The return trail actually follows Hazard Beach for about 20 minutes and once again I could not resist the urge to take off my boots and socks so I did. At the end of the beach trail I put my boots back on and headed back into the woods. Although the sign said it was a 2 hour walk to the parking area I figured it would take about 1:15.  Along the way I saw 2 more wallabies and stopped to take some more pictures and videos.
I made it back to my car in 1:15 as expected, took off my boots, put on my flip flops or thongs as they call them here 🙂 and, thinking my adventures were over for the day, began my 45 minute drive to where I was staying for the night. But as I started out of the park I saw a sign for the Cape Tourville Lighthouse to the right.  It didn’t say how far but I figured I’d check it out if it was close (it was already 6:30) so I took the right turn.  I never saw a sign saying how far it was but I could see on my GPS I was only half way after 5 minutes or so. Not really wanting to spend too much time on this I almost turned around (I pulled into a lot) but decided to keep going….and boy am I glad I did.  
When I finally arrived at the lighthouse you could not see it from the parking area.  I got out and followed the signs and walked for 5 minutes or so and I was thinking, “I don’t have time for this” when all of the sudden I walked around a tree and BAM, there was the ocean about 200′ below and you could see the mountains and the bay inlet to Wineglass and it was amazing (you know I couldn’t go a whole day without saying it :-).

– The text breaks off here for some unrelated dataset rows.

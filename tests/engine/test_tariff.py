"""Time-of-use placement: exact cost integrals, an unbroken dark period every night, least cost.

The references here are built independently of the engine: prices sampled minute by
minute straight from the window definitions, costs added up by hand.
"""

import numpy as np
import pytest
from hypothesis import given, settings
from hypothesis import strategies as st
from numpy.testing import assert_allclose

from app.engine import tariff as tf

MINUTES_PER_WEEK = 7 * 24 * 60


def minute_prices(base, windows):
    """Price of every minute of the week, straight from the window definitions (later windows win)."""
    out = np.full(MINUTES_PER_WEEK, float(base))
    for w in windows:
        a = round(w.start_h * 4) / 4
        b = round(w.end_h * 4) / 4
        length = (b - a) % 24 or 24
        for d in w.days:
            m0 = round((d * 24 + a) * 60)
            idx = (m0 + np.arange(round(length * 60))) % MINUTES_PER_WEEK
            out[idx] = w.price_per_kwh
    return out


def lit_minutes(lights_on_h, photoperiod_h):
    """Mask of the minutes of the week the lights are on."""
    on = np.zeros(MINUTES_PER_WEEK, dtype=bool)
    for d in range(7):
        m0 = round((d * 24 + lights_on_h) * 60)
        on[(m0 + np.arange(round(photoperiod_h * 60))) % MINUTES_PER_WEEK] = True
    return on


def test_flat_price_by_hand():
    # 0.5 kW for 16 h a day at 0.20 per kWh: 0.5 × 16 × 0.20 = 1.60 a day, 11.20 a week (by hand).
    p = tf.week_profile(0.20, [])
    assert_allclose(tf.weekly_energy_cost(p, 0.5, 6.0, 16.0), 11.20)


def test_peak_window_by_hand():
    # Weekdays 16:00-21:00 at 0.40, otherwise 0.10. Lights 1 kW from 06:00 for 12 h (to 18:00):
    # weekdays 10 h × 0.10 + 2 h × 0.40 = 1.80; weekend 12 × 0.10 = 1.20; week = 5 × 1.8 + 2 × 1.2 = 11.40.
    p = tf.week_profile(0.10, [tf.PriceWindow(tuple(range(5)), 16, 21, 0.40)])
    assert_allclose(tf.weekly_energy_cost(p, 1.0, 6.0, 12.0), 11.40)
    # Placed from 21:00 it never sees the peak: 12 h × 0.10 × 7 = 8.40 a week.
    best = tf.cheapest_light_period(p, 1.0, 12.0, 0.0, days_per_month=7.0, prefer_on_h=6.0)
    assert_allclose(best.energy_cost_per_month, 8.40)
    assert best.lights_on_h >= 21.0 or best.lights_on_h <= 4.0  # the 12 h block fits between 21:00 and 16:00


def test_window_wrapping_midnight_and_quarter_hours():
    # Night rate 22:30-06:15 every day at 0.05, day 0.30: lights 1 kW from 22:30 for 7.75 h sit wholly in it.
    p = tf.week_profile(0.30, [tf.PriceWindow(tuple(range(7)), 22.5, 6.25, 0.05)])
    assert_allclose(tf.weekly_energy_cost(p, 1.0, 22.5, 7.75), 7 * 7.75 * 0.05)
    # Half an hour more runs into the day rate: + 0.5 h × 0.30 a day.
    assert_allclose(tf.weekly_energy_cost(p, 1.0, 22.5, 8.25), 7 * (7.75 * 0.05 + 0.5 * 0.30))


def test_demand_charge_by_hand():
    # 2 kW of lights, demand charge 12 per kW a month billed only in peak hours 14:00-20:00 weekdays.
    p = tf.week_profile(0.10, [tf.PriceWindow(tuple(range(5)), 14, 20, 0.10, peak=True)])
    energy, demand = tf.monthly_cost(p, 2.0, 8.0, 8.0, 30.0, 12.0, demand_in_peak_only=True)
    assert_allclose(demand, 24.0)  # 08:00-16:00 touches the peak: 2 kW × 12
    assert_allclose(energy, 2.0 * 8.0 * 0.10 * 30.0)
    _, demand = tf.monthly_cost(p, 2.0, 20.0, 8.0, 30.0, 12.0, demand_in_peak_only=True)
    assert_allclose(demand, 0.0)  # 20:00-04:00 misses it
    best = tf.cheapest_light_period(p, 2.0, 8.0, 0.0, 30.0, 12.0, demand_in_peak_only=True, prefer_on_h=8.0)
    assert best.demand_cost_per_month == 0.0


def test_photoperiod_leaving_too_little_dark_is_refused():
    # A short-day crop in flowering needs at least 12 h of dark (Purdue HO-253): 13 h of light is refused.
    p = tf.week_profile(0.1, [])
    with pytest.raises(ValueError, match="needs at least 12 h"):
        tf.cheapest_light_period(p, 1.0, 13.0, 12.0, 30.0)


def test_tie_keeps_the_present_start():
    p = tf.week_profile(0.15, [])
    assert tf.cheapest_light_period(p, 1.0, 16.0, 4.0, 30.0, prefer_on_h=5.0).lights_on_h == 5.0


windows_st = st.lists(
    st.builds(
        tf.PriceWindow,
        days=st.lists(st.integers(0, 6), min_size=1, max_size=7, unique=True).map(tuple),
        start_h=st.integers(0, 95).map(lambda q: q / 4),
        end_h=st.integers(0, 95).map(lambda q: q / 4),
        price_per_kwh=st.floats(0.0, 1.0),
        peak=st.booleans(),
    ),
    max_size=4,
)


@settings(max_examples=60, deadline=None)
@given(
    base=st.floats(0.01, 1.0),
    windows=windows_st,
    photoperiod_q=st.integers(1, 96),
    min_dark_h=st.sampled_from([0.0, 4.0, 6.0, 10.0, 12.0]),
    power_kw=st.floats(0.05, 20.0),
)
def test_placement_keeps_dark_unbroken_and_is_cheapest(base, windows, photoperiod_q, min_dark_h, power_kw):
    photoperiod_h = photoperiod_q / 4
    profile = tf.week_profile(base, windows)
    if 24 - photoperiod_h < min_dark_h:
        with pytest.raises(ValueError):
            tf.cheapest_light_period(profile, power_kw, photoperiod_h, min_dark_h, 30.0)
        return
    best = tf.cheapest_light_period(profile, power_kw, photoperiod_h, min_dark_h, 30.0)
    on = lit_minutes(best.lights_on_h, photoperiod_h)
    # Every night is one unbroken dark run of the full dark period (here the week is circular).
    if photoperiod_h < 24:
        starts_of_dark = np.flatnonzero(on & ~np.roll(on, -1))
        runs = []
        for s in starts_of_dark:
            n = 0
            while not on[(s + 1 + n) % MINUTES_PER_WEEK]:
                n += 1
            runs.append(n)
        assert len(runs) == 7
        assert all(r == round((24 - photoperiod_h) * 60) for r in runs)
        assert min(runs) / 60 >= min_dark_h - 1e-9
    assert on.sum() == round(7 * photoperiod_h * 60)
    # Cost equals the minute-by-minute sum, and no quarter-hour start is cheaper (brute force).
    prices = minute_prices(base, windows)
    weekly = power_kw * prices[on].sum() / 60
    assert_allclose(best.energy_cost_per_month, weekly * 30 / 7, rtol=1e-9, atol=1e-9)
    for q in range(96):
        other = power_kw * prices[lit_minutes(q / 4, photoperiod_h)].sum() / 60 * 30 / 7
        assert best.energy_cost_per_month <= other + 1e-6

For the second time today I was totally blown away.  To make it even better they had constructed a wooden walkway that extended out over the rock cliff so you were had a completely unimpeded view of the ocean…and straight down as well….

I walked about the corner and it just seemed to keep getting better.  I read all of the signs and they were very informative about the area (you can see the signs on the View Photos link on the right).  When I came to the last viewing area the one of the signs pointed out 2 small islands just off the coast.  It said that, for some unknown reason, these tiny islands have the largest concentration of bird species (proportionately) of any island in Tasmania where they breed during certain times of the year. From where I was standing I could not see any birds but I was quite far away. Fortunately they had a pair of those mounted binoculars and when I looked through them I could clearly see penguins on 2 of the 3 islands…and that was cool!  I tried to get some pictures from my phone looking through the binoculars and they actually turned out fairly well….
I stood and looked at the birds and penguins for a few more minutes and then backtracked to the car because I just didn’t want to leave this place.  I thanked God for His creation, for sharing it with me and for not allowing me to turn around earlier.  🙂  I LOVED this place.  I stood for 10 minutes or longer just staring out at the sea and watching the interesting wave patterns and I saw a dolphin swimming way down below. It was a magical site and a perfect way to end another great day….but wait there’s more (and if you buy now we’ll through in a second set of crap that you don’t need! ha ha).  As I was driving back to the main road I saw another walibee so I took more pictures. 🙂
All in all it was another great day in the land of Oz.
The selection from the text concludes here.